A comparison can be drawn between the results from the one-dimension logistic mapping and those from the two-dimension rural–urban interaction mappings. An interesting finding comes from the comparative analysis. In fact, Eq. (10) can be discretized as a one-dimension mapping such as L(t + 1) = (1 + K)L(t)-KL(t)², where the parameter K corresponds to the parameter k in Eq. (10). Then we have K~β-α. Using this one-dimension logistic mapping, we can obtain various urbanization curves. The common characters of the bifurcation and chaos from the one-dimension mapping and the two-dimension mappings are the same with one another. What is more, the critical values of the model parameters for the period-doubling bifurcation and chaos are approximate to those of the logistic model. In particular, according to the process of numerical experiments, if the parameter α value becomes small enough, the critical value of the periodic oscillation to chaos based on the rural–urban interaction is close to the value based on the logistic growth. This discovery suggests a new way of looking at the origin and essence of bifurcation and chaos. It is the interaction rather than the intrinsic randomicity that causes the complicated behaviors of a simple dynamic system.

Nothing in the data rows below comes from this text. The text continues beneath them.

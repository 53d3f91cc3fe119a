"""Supply systems, load connections and loads turned into amps."""

import math

import pytest

from gaugewalk.model.engine.circuits import (
    CONNECTIONS,
    SYSTEMS,
    CircuitError,
    circuit_from_volts,
    current_carrying_conductors,
    parse_system,
    resolve_circuit,
)
from gaugewalk.model.engine.loads import LoadError, load_amps, parse_load


@pytest.mark.parametrize(
    ("text", "system_id"),
    [
        ("208Y/120", "208Y/120V 3ph 4w"),
        ("480y/277v", "480Y/277V 3ph 4w"),
        ("120/240", "120/240V 1ph 3w"),
        ("240/120V", "120/240V 1ph 3w"),
        ("208/120 3ph", "208Y/120V 3ph 4w"),
        ("480V 3ph 3w", "480V 3ph 3w"),
        ("240 3ph", "240V 3ph 3w"),
        ("120v", "120V 1ph 2w"),
        ("277 V 1ph", "277V 1ph 2w"),
        ("120/240V 1ph 3w", "120/240V 1ph 3w"),
    ],
)
def test_systems_are_read_from_the_ways_people_write_them(text, system_id):
    assert parse_system(text) == system_id


@pytest.mark.parametrize(("text", "words"), [
    ("240", "120/240V 1ph 3w or 240/120V 3ph 4w delta or 240V 3ph 3w"),
    ("600/347", "use one of"), ("hello", "use one of")])
def test_unknown_or_incomplete_systems_are_refused_with_the_choices(text, words):
    with pytest.raises(CircuitError, match=words):
        parse_system(text)


def test_every_system_offers_the_voltages_of_its_name():
    # nominal voltages of the systems, ANSI C84.1 (from memory)
    assert SYSTEMS["208Y/120V 3ph 4w"].line_to_line_v == 208
    assert SYSTEMS["208Y/120V 3ph 4w"].line_to_neutral_v == 120
    assert SYSTEMS["480Y/277V 3ph 4w"].hots == 3
    assert SYSTEMS["120/240V 1ph 3w"].hots == 2
    assert SYSTEMS["240V 3ph 3w"].line_to_neutral_v is None
    assert SYSTEMS["120V 1ph 2w"].hots == 1


def test_three_phase_drop_factor_is_root_three_and_single_phase_is_two():
    # VD = 2 I R L / 1000 single-phase, sqrt(3) I R L / 1000 three-phase (common practice)
    assert resolve_circuit("208Y/120V 3ph 4w", "3P").drop_factor == pytest.approx(math.sqrt(3))
    assert resolve_circuit("208Y/120V 3ph 4w", "LN").drop_factor == 2.0
    assert resolve_circuit("480V 3ph 3w", "LL").volts == 480


def test_a_balanced_multiwire_leg_drops_against_line_to_neutral_with_factor_one():
    mw = resolve_circuit("120/240V 1ph 3w", "MW")
    assert (mw.volts, mw.drop_factor, mw.hots, mw.neutral, mw.line_volts) == (120, 1.0, 2, True,
                                                                              240)
    # a balanced 240 V load on 2 hots drops the same percent as the multiwire legs against 120 V
    ll = resolve_circuit("120/240V 1ph 3w", "LL")
    assert ll.drop_factor / ll.volts == pytest.approx(mw.drop_factor / mw.volts)


def test_a_range_on_120_240_drops_as_line_to_line_and_its_neutral_does_not_count():
    c = resolve_circuit("120/240V 1ph 3w", "LLN")
    assert (c.volts, c.drop_factor, c.neutral) == (240, 2.0, True)
    # NEC 2023 310.15(E)(1): a neutral carrying only the unbalanced current is not counted
    assert current_carrying_conductors(c) == 2


def test_two_phases_and_the_neutral_of_a_wye_count_three_conductors():
    # NEC 2023 310.15(E)(2)
    assert current_carrying_conductors(resolve_circuit("208Y/120V 3ph 4w", "LLN")) == 3


def test_a_wye_neutral_counts_when_the_load_is_mostly_nonlinear():
    # NEC 2023 310.15(E)(3)
    assert current_carrying_conductors(resolve_circuit("480Y/277V 3ph 4w", "3PN")) == 3
    assert current_carrying_conductors(
        resolve_circuit("480Y/277V 3ph 4w", "3PN", nonlinear=True)) == 4


@pytest.mark.parametrize(
    ("system_id", "connection", "words"),
    [
        ("120/240V 1ph 3w", "3P", "single-phase"),
        ("240V 3ph 3w", "LN", "no neutral"),
        ("480V 3ph 3w", "3PN", "no neutral"),
        ("120V 1ph 2w", "LL", "needs two"),
        ("277V 1ph 2w", "MW", "needs two"),
        ("208Y/120V 3ph 4w", "XY", "not a load connection"),
    ],
)
def test_systems_that_cannot_supply_a_connection_say_why(system_id, connection, words):
    with pytest.raises(CircuitError, match=words):
        resolve_circuit(system_id, connection)


def test_every_connection_a_system_can_supply_gives_a_consistent_circuit():
    for system_id in SYSTEMS:
        for conn in CONNECTIONS:
            try:
                c = resolve_circuit(system_id, conn)
            except CircuitError:
                continue
            assert c.hots <= SYSTEMS[system_id].hots
            system = SYSTEMS[system_id]
            assert c.volts in (system.line_to_line_v, system.line_to_neutral_v)


def test_calc_circuits_from_a_voltage_and_phase_count():
    assert circuit_from_volts(120, 1).neutral is True
    assert circuit_from_volts(240, 1).hots == 2
    three = circuit_from_volts(480, 3)
    assert (three.phases, three.hots, three.drop_factor) == (3, 3, pytest.approx(math.sqrt(3)))
    with pytest.raises(CircuitError):
        circuit_from_volts(0, 1)
    with pytest.raises(CircuitError):
        circuit_from_volts(240, 2)


@pytest.mark.parametrize(
    ("text", "parsed"),
    [("16A", (16.0, "A")), ("1.8 kVA", (1.8, "kVA")), ("5kW", (5.0, "kW")),
     ("1500 w", (1500.0, "W")), ("20 amps", (20.0, "A")), ("750va", (750.0, "VA")),
     # horsepower as the trade writes it (NEC Table 430.250 rows 10, 1-1/2, 1/2, 7-1/2 hp)
     ("10hp", (10.0, "hp")), ("1-1/2 hp", (1.5, "hp")), ("1/2HP", (0.5, "hp")),
     ("7½ hp", (7.5, "hp"))],
)
def test_loads_are_read_with_their_unit(text, parsed):
    assert parse_load(text) == parsed


@pytest.mark.parametrize(("text", "words"), [("16", "no unit"), ("0A", "above zero"),
                                              ("-3A", "not a load"),
                                              ("5 furlongs", "unknown load unit"),
                                              ("x hp", "cannot read horsepower"),
                                              ("", "not a load"), ("nan A", "not a load")])
def test_bad_loads_are_refused_with_a_reason(text, words):
    with pytest.raises(LoadError, match=words):
        parse_load(text)


def test_single_phase_amps_are_volt_amperes_over_volts():
    # Ohm's law / power triangle: I = S / V; 1800 VA at 120 V is 15 A
    assert load_amps(1.8, "kVA", circuit_from_volts(120, 1)) == pytest.approx(15.0)


def test_three_phase_amps_divide_by_root_three_times_line_volts():
    # I = S / (sqrt(3) V_LL); 45 kVA at 208 V is 124.9 A (common practice)
    assert load_amps(45, "kVA", circuit_from_volts(208, 3)) == pytest.approx(
        45000 / (math.sqrt(3) * 208))
    assert load_amps(45, "kVA", circuit_from_volts(208, 3)) == pytest.approx(124.9, abs=0.05)


def test_watts_become_volt_amperes_by_the_power_factor():
    # S = P / pf: 10 kW at pf 0.8 is 12.5 kVA; at 480 V 3-phase that is 15.04 A
    amps = load_amps(10, "kW", circuit_from_volts(480, 3), pf=0.8)
    assert amps == pytest.approx(12500 / (math.sqrt(3) * 480))


def test_amps_pass_through_and_bad_power_factors_are_refused():
    c = circuit_from_volts(240, 1)
    assert load_amps(30, "a", c) == 30
    with pytest.raises(LoadError):
        load_amps(5, "kW", c, pf=0)
    with pytest.raises(LoadError):
        load_amps(float("nan"), "A", c)
    with pytest.raises(LoadError):
        load_amps(5, "hp", c)


def test_a_multiwire_load_splits_over_its_two_hots():
    # 2400 VA balanced on 120/240 V: 10 A in each hot (S / 240 V)
    assert load_amps(2400, "VA", resolve_circuit("120/240V 1ph 3w", "MW")) == pytest.approx(10.0)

Another finding is the inherent relation between order and chaos. There are narrow ranges of periodic solutions in the chaotic “band.” If β = γ > 2.857, the urbanization curve takes on an oscillation of period 3. Further, when β = γ > 2.871, an oscillation of period 5 or period 6 or period 7 appears. All in all, a non-2ⁿ cycle can be found in the chaotic state. Finally, when β = γ > 2.88, the urbanization curve will get into a random state once again. However, the periodic oscillations in the chaotic belt are different from the cycles in the process of period-doubling bifurcation. The period in bifurcation is of 2ⁿ cycle, while the oscillation in chaos is of non-2ⁿ cycle. The varied non-2ⁿ cycles such as the period 5 and the period 6 indicate chaos rather than bifurcation. The typical non-2ⁿ cycle is period 3 [15]. In short, the limited chaos can be regarded as the sum of randomicity and the cycles of non-doubling period [8]. One the other hand, some slight disorder can be found during the 2ⁿ cycles, which can be revealed by spectral analysis. This suggests that chaos and order cannot be absolutely separated, and they contain one another or are interwoven with each other.

One of properties of chaos is the sensitive dependence on the initial conditions. The property can be testified by the urbanization curve based on the rural–urban interaction mapping. Suppose that the parameter values are given as α = 0.025 and β = γ = 2.785. Let us change the initial rural population from r(0) = 3.727559 to r(0) = 3.727558 (million) but keep the initial urban population u(0) = 0.201655 unchanged. In this case, the numerical iterative curve shows a new urbanization trace. At the beginning, the new urbanization curve and the old urban curve almost coincide with one another; but gradually, the new curve deviates from the old one (Figure 2). The difference between the two urbanization curves becomes bigger and bigger over time. It should be noted that only one person is reduced from the initial rural population. A minimal error results in wide divergence. This just reflects the sensitive dependence on the initial conditions of the rural–urban interaction.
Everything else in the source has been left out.